• EXERCISE PROMPT: Search the records for "could". Copy every line where it appears.

• DATA TO PROCESS:
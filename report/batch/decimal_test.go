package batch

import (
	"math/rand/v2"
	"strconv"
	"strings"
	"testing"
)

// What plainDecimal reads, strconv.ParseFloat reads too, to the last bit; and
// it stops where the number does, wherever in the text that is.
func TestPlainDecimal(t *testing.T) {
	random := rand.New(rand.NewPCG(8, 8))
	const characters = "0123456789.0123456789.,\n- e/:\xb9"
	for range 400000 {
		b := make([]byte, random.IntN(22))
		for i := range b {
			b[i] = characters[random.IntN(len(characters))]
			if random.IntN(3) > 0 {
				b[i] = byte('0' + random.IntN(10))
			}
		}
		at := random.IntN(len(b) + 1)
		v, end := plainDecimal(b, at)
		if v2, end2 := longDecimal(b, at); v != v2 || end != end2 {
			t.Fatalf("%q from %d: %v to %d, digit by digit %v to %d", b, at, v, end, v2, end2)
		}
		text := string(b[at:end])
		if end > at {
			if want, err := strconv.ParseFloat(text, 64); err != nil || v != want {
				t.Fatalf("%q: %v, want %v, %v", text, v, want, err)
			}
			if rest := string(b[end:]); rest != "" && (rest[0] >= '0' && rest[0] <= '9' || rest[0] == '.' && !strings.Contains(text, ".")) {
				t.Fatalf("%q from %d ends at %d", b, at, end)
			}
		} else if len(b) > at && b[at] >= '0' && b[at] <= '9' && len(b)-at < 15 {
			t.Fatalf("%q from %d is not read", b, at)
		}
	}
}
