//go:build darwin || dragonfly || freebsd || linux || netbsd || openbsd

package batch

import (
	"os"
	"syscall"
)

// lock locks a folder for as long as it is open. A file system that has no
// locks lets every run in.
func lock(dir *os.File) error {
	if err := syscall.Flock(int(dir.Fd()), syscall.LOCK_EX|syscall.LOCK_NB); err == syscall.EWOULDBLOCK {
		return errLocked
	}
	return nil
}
--
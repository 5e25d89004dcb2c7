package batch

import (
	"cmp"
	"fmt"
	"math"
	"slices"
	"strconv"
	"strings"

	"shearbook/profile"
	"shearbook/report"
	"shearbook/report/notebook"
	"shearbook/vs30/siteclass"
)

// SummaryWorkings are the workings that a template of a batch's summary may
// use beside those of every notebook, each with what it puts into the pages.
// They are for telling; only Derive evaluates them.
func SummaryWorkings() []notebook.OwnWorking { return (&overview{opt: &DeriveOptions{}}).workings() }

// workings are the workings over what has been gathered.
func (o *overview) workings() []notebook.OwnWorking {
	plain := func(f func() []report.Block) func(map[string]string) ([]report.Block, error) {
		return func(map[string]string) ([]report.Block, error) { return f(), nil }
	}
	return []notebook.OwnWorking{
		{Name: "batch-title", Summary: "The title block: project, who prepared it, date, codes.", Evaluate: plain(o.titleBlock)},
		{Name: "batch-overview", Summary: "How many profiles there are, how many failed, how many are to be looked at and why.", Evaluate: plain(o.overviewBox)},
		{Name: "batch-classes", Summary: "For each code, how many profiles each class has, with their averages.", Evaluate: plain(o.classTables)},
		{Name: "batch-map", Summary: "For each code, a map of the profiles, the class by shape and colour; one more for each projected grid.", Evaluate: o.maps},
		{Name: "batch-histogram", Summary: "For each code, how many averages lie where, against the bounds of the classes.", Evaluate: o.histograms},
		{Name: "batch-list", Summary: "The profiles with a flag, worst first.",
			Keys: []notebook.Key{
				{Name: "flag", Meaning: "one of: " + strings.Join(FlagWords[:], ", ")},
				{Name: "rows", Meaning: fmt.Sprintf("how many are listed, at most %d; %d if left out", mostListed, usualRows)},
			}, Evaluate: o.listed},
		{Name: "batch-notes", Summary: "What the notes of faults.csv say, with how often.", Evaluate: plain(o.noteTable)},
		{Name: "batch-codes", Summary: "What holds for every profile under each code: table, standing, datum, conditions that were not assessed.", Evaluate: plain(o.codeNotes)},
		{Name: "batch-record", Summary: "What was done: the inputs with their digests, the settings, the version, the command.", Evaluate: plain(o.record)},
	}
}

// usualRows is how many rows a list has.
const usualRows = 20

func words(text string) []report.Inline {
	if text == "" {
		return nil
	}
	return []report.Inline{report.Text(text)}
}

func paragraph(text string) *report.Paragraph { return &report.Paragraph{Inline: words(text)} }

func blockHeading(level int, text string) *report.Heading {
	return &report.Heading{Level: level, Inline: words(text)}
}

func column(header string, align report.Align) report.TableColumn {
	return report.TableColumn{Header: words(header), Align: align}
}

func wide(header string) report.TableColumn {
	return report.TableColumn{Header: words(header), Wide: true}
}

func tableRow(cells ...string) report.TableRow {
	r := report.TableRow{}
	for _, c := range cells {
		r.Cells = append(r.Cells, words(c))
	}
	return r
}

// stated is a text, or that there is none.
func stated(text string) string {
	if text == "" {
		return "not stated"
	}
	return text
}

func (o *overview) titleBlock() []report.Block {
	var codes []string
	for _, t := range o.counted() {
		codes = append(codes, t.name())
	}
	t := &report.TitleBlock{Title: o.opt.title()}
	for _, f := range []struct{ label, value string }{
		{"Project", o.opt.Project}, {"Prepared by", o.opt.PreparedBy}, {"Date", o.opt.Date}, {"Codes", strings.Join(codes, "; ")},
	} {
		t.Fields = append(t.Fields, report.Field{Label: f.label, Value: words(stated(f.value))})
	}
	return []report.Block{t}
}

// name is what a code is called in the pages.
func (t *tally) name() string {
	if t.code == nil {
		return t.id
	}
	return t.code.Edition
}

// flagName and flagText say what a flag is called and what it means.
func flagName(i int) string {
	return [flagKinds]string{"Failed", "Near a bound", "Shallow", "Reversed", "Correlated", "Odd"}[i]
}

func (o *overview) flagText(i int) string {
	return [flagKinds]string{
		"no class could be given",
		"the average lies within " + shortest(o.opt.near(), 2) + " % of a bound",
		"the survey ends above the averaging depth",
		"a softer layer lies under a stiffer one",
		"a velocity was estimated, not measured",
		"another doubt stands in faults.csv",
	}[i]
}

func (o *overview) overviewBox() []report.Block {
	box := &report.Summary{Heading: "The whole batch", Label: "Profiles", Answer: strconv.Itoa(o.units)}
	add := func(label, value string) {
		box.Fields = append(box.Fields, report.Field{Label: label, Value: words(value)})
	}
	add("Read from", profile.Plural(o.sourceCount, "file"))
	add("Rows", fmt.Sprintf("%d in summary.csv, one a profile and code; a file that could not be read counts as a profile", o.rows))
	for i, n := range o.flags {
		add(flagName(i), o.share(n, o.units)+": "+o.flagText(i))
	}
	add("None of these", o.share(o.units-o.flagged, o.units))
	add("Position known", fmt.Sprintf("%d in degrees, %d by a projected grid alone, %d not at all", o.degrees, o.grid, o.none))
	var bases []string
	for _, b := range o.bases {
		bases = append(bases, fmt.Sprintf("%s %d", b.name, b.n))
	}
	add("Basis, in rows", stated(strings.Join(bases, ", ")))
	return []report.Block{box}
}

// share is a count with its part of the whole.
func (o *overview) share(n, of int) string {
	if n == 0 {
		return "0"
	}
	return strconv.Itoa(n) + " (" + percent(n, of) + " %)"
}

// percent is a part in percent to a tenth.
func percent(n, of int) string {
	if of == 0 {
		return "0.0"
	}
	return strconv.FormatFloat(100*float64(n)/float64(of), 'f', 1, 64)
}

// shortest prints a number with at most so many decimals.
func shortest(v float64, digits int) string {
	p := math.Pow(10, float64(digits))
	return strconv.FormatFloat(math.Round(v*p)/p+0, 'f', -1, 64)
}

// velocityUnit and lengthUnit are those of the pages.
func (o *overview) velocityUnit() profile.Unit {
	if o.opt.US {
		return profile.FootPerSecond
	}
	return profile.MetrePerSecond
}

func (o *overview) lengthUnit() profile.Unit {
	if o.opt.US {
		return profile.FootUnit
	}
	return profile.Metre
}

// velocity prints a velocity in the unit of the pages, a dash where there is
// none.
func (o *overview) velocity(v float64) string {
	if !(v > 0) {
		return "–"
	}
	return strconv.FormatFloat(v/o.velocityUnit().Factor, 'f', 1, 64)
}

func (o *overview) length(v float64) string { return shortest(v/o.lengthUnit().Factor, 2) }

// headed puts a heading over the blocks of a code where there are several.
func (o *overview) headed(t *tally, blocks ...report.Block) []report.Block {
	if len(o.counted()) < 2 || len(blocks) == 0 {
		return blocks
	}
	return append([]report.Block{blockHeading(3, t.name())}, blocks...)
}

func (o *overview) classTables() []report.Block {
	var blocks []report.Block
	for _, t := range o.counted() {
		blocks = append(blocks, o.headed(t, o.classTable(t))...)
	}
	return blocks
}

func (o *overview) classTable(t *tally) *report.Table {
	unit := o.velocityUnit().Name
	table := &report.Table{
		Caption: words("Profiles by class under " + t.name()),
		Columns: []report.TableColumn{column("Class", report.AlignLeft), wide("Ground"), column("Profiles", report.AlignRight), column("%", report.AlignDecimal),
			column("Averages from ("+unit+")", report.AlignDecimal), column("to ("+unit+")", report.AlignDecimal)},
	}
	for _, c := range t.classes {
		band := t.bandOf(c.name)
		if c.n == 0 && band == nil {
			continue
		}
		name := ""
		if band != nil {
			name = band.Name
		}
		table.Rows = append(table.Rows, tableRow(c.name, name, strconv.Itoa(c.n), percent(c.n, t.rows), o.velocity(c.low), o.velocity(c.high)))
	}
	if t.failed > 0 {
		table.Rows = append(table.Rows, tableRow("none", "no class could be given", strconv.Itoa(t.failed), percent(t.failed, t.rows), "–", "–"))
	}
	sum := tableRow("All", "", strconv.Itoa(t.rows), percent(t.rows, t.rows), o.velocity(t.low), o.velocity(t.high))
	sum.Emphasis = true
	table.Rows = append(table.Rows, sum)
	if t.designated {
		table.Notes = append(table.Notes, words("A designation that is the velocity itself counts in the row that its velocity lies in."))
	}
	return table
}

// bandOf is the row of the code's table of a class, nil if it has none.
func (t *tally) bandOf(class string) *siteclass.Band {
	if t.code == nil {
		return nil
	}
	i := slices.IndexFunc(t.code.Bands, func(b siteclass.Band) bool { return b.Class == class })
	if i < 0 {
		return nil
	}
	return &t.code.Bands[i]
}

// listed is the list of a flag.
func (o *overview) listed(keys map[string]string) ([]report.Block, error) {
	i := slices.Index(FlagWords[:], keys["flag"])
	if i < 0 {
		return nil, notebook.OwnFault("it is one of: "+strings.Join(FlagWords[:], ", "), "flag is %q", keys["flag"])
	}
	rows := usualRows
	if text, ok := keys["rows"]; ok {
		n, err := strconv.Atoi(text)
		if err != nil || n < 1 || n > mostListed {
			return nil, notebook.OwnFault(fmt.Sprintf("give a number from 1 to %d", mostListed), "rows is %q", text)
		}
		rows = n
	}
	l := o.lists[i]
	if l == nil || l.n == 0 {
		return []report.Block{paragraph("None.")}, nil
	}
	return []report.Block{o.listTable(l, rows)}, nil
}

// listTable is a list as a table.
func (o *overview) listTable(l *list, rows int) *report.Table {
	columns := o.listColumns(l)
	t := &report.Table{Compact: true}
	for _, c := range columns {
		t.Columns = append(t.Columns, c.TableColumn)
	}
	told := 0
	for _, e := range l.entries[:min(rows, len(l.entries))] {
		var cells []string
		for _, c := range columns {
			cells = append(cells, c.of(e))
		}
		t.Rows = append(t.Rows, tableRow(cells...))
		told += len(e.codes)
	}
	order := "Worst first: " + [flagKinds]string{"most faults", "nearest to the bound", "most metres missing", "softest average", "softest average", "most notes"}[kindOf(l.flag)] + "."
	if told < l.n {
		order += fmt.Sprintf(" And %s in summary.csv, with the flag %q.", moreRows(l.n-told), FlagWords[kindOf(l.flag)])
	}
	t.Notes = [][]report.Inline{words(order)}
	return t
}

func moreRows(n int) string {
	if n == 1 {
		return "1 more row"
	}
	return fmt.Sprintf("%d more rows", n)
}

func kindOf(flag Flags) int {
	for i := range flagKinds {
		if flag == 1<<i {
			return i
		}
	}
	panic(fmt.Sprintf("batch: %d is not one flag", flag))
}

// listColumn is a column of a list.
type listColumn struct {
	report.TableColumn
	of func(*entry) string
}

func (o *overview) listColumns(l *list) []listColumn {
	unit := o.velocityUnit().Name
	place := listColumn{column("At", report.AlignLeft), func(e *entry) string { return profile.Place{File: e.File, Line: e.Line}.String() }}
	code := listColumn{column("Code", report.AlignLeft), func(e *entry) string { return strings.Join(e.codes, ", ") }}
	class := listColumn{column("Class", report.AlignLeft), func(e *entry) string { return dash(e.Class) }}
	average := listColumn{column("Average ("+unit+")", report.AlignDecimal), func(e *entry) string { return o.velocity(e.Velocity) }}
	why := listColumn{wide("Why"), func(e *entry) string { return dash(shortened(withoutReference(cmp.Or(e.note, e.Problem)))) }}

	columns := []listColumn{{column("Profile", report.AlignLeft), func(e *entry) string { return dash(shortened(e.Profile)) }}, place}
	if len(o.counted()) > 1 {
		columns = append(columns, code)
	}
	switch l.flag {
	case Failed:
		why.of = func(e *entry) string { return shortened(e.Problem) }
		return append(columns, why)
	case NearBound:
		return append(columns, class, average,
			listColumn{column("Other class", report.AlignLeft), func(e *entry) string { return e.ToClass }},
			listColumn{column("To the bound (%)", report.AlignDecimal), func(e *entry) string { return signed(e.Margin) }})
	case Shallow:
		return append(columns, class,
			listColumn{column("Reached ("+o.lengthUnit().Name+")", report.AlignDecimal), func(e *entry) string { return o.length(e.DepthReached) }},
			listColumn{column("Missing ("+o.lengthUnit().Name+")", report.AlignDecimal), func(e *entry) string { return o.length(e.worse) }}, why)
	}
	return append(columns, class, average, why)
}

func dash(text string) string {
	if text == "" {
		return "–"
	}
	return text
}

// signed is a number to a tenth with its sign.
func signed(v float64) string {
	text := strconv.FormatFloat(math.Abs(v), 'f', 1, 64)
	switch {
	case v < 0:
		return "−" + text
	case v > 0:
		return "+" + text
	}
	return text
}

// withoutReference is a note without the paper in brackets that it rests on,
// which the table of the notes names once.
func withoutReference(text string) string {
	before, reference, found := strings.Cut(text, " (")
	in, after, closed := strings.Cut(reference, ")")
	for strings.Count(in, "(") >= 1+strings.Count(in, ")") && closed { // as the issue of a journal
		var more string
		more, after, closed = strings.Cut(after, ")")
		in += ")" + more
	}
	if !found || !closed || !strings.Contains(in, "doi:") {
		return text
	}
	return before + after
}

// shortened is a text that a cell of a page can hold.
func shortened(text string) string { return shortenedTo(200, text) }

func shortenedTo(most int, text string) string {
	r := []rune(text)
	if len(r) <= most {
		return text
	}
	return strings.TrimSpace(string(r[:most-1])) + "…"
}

• WRITTEN RESPONSE:
		"no class could be given",
	add("Rows", fmt.Sprintf("%d in summary.csv, one a profile and code; a file that could not be read counts as a profile", o.rows))
		table.Rows = append(table.Rows, tableRow("none", "no class could be given", strconv.Itoa(t.failed), percent(t.failed, t.rows), "–", "–"))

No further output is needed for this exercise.